Noise2Map: End-to-End Diffusion Model for Semantic Segmentation and Change Detection

arXiv cs.CV / 5/1/2026

📰 NewsSignals & Early TrendsIdeas & Deep AnalysisModels & Research

Key Points

  • Noise2Mapは、拡散モデルの「ノイズ除去」プロセスを、リモートセンシングの意味セグメンテーション(SS)と変化検出(CD)のための識別タスクへ転用したエンドツーエンドの枠組みです。
  • 従来の生成中心の拡散モデルで必要だった高コストなサンプリング手続きを避け、タスク固有のノイズスケジュールとタイムステップ条件付けにより意味/変化マップを直接予測します。
  • 自己教師ありのデノージングで事前学習し、教師ありで微調整することで、解釈可能性とロバスト性の両立を狙っています。
  • 共通バックボーンにタスク別ノイズ・スケジューラを組み合わせることで、SSとCDの両タスクをマルチタスク学習として同一モデル内で扱えます。
  • SpaceNet7、WHU、xView2(山火事による建物被害)での評価では、7モデル中で平均順位が意味セグメンテーションで1位、変化検出でも1位(クロスデータセット指標:平均F1、IoUでタイブレーク)となり、ノイズスケジューラやタイムステップ制御への頑健性が示されています。

Abstract

Semantic segmentation and change detection are two fundamental challenges in remote sensing, requiring models to capture either spatial semantics or temporal differences from satellite imagery. Existing deep learning models often struggle with temporal inconsistencies or in capturing fine-grained spatial structures, require extensive pretraining, and offer limited interpretability - especially in real-world remote sensing scenarios.
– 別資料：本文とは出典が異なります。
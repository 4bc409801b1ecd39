"""Pipe sizes for a target load ratio, by Manning at full bore, never shrinking downstream."""

from __future__ import annotations

import numpy as np
import pandas as pd

from .plan import (
    CIRCULAR_MM,
    EGG_AREA_COEF,
    EGG_RADIUS_COEF,
    EGG_SPAN_MM,
    MANNING_N,
    MODERN_MIN_MM,
    OLD_LATERAL_YEAR,
    OLD_MIN_MM,
    TARGET_LOAD_RATIO,
)
from .tree import sweep


def full_bore_capacity(span_m: np.ndarray, slope: np.ndarray, egg: np.ndarray) -> np.ndarray:
    r"""Pipe-full discharge [m^3/s] by Manning, circular or standard egg (rise 1.5 x span).

    .. math:: Q_f = \frac{1}{n} A R^{2/3} S^{1/2}

    Source: Chow, Open-Channel Hydraulics (1959); egg coefficients from memory.
    """
    area = np.where(egg, EGG_AREA_COEF * span_m**2, np.pi * span_m**2 / 4)
    radius = np.where(egg, EGG_RADIUS_COEF * span_m, span_m / 4)
    return area * radius ** (2 / 3) * np.sqrt(np.maximum(slope, 0)) / MANNING_N


def size_pipes(pipes: pd.DataFrame, flow_ls: np.ndarray, level: np.ndarray, n_nodes: int) -> np.ndarray:
    """Commercial span [mm] per pipe: capacity at the target load ratio, never shrinking downstream."""
    egg = pipes["egg"].to_numpy()
    sizes = np.r_[CIRCULAR_MM, EGG_SPAN_MM]
    ok = full_bore_capacity(sizes[None, :] / 1000, pipes["slope"].to_numpy()[:, None], egg[:, None])
    ok = ok * 1000 * TARGET_LOAD_RATIO >= flow_ls[:, None]
    ok &= np.r_[np.zeros(CIRCULAR_MM.size, bool), np.ones(EGG_SPAN_MM.size, bool)] == egg[:, None]  # its own list
    ok &= (sizes >= np.where(pipes["laid"] < OLD_LATERAL_YEAR, OLD_MIN_MM, MODERN_MIN_MM)[:, None])
    need = np.where(ok.any(axis=1), np.where(ok, sizes, np.inf).min(axis=1), sizes.max())
    width, node_w = need.copy(), np.zeros(n_nodes)
    up, dn = pipes["up"].to_numpy(), pipes["dn"].to_numpy()
    for p in sweep(level, up):
        width[p] = np.maximum(width[p], node_w[up[p]])
        np.maximum.at(node_w, dn[p], width[p])
    return _round_up(width, np.where(egg, 1, 0))


def _round_up(width: np.ndarray, table: np.ndarray) -> np.ndarray:
    """Smallest size of the pipe's own list (0 circular, 1 egg) that is at least ``width``."""
    out = np.empty_like(width)
    for code, sizes in enumerate((CIRCULAR_MM, EGG_SPAN_MM)):
        sel = table == code
        out[sel] = sizes[np.minimum(np.searchsorted(sizes, width[sel]), sizes.size - 1)]
    return out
Recent advances in diffusion models show that Gaussian noise can be systematically leveraged to learn expressive data representations through denoising. Motivated by this, we investigate whether the noise process in diffusion models can be effectively utilized for discriminative tasks. We propose Noise2Map, a unified diffusion-based framework that repurposes the denoising process for fast, end-to-end discriminative learning. Unlike prior work that uses diffusion only for generation or feature extraction, Noise2Map directly predicts semantic or change maps using task-specific noise schedules and timestep conditioning, avoiding the costly sampling procedures of traditional diffusion models. The model is pretrained via self-supervised denoising and fine-tuned with supervision, enabling both interpretability and robustness. Our architecture supports both tasks (SS and CD) through a shared backbone and task-specific noise schedulers. Extensive evaluations on the SpaceNet7, WHU, and xView2 buildings damaged by wildfires datasets demonstrate that Noise2Map ranks on average 1st among seven models on semantic segmentation and 1st on change detection by a cross-dataset rank metric (average F1 primary, IoU tie-break). Ablation studies highlight the robustness of our model against different training noise schedulers and timestep control in the diffusion process, as well as the ability of the model to perform multi-task learning.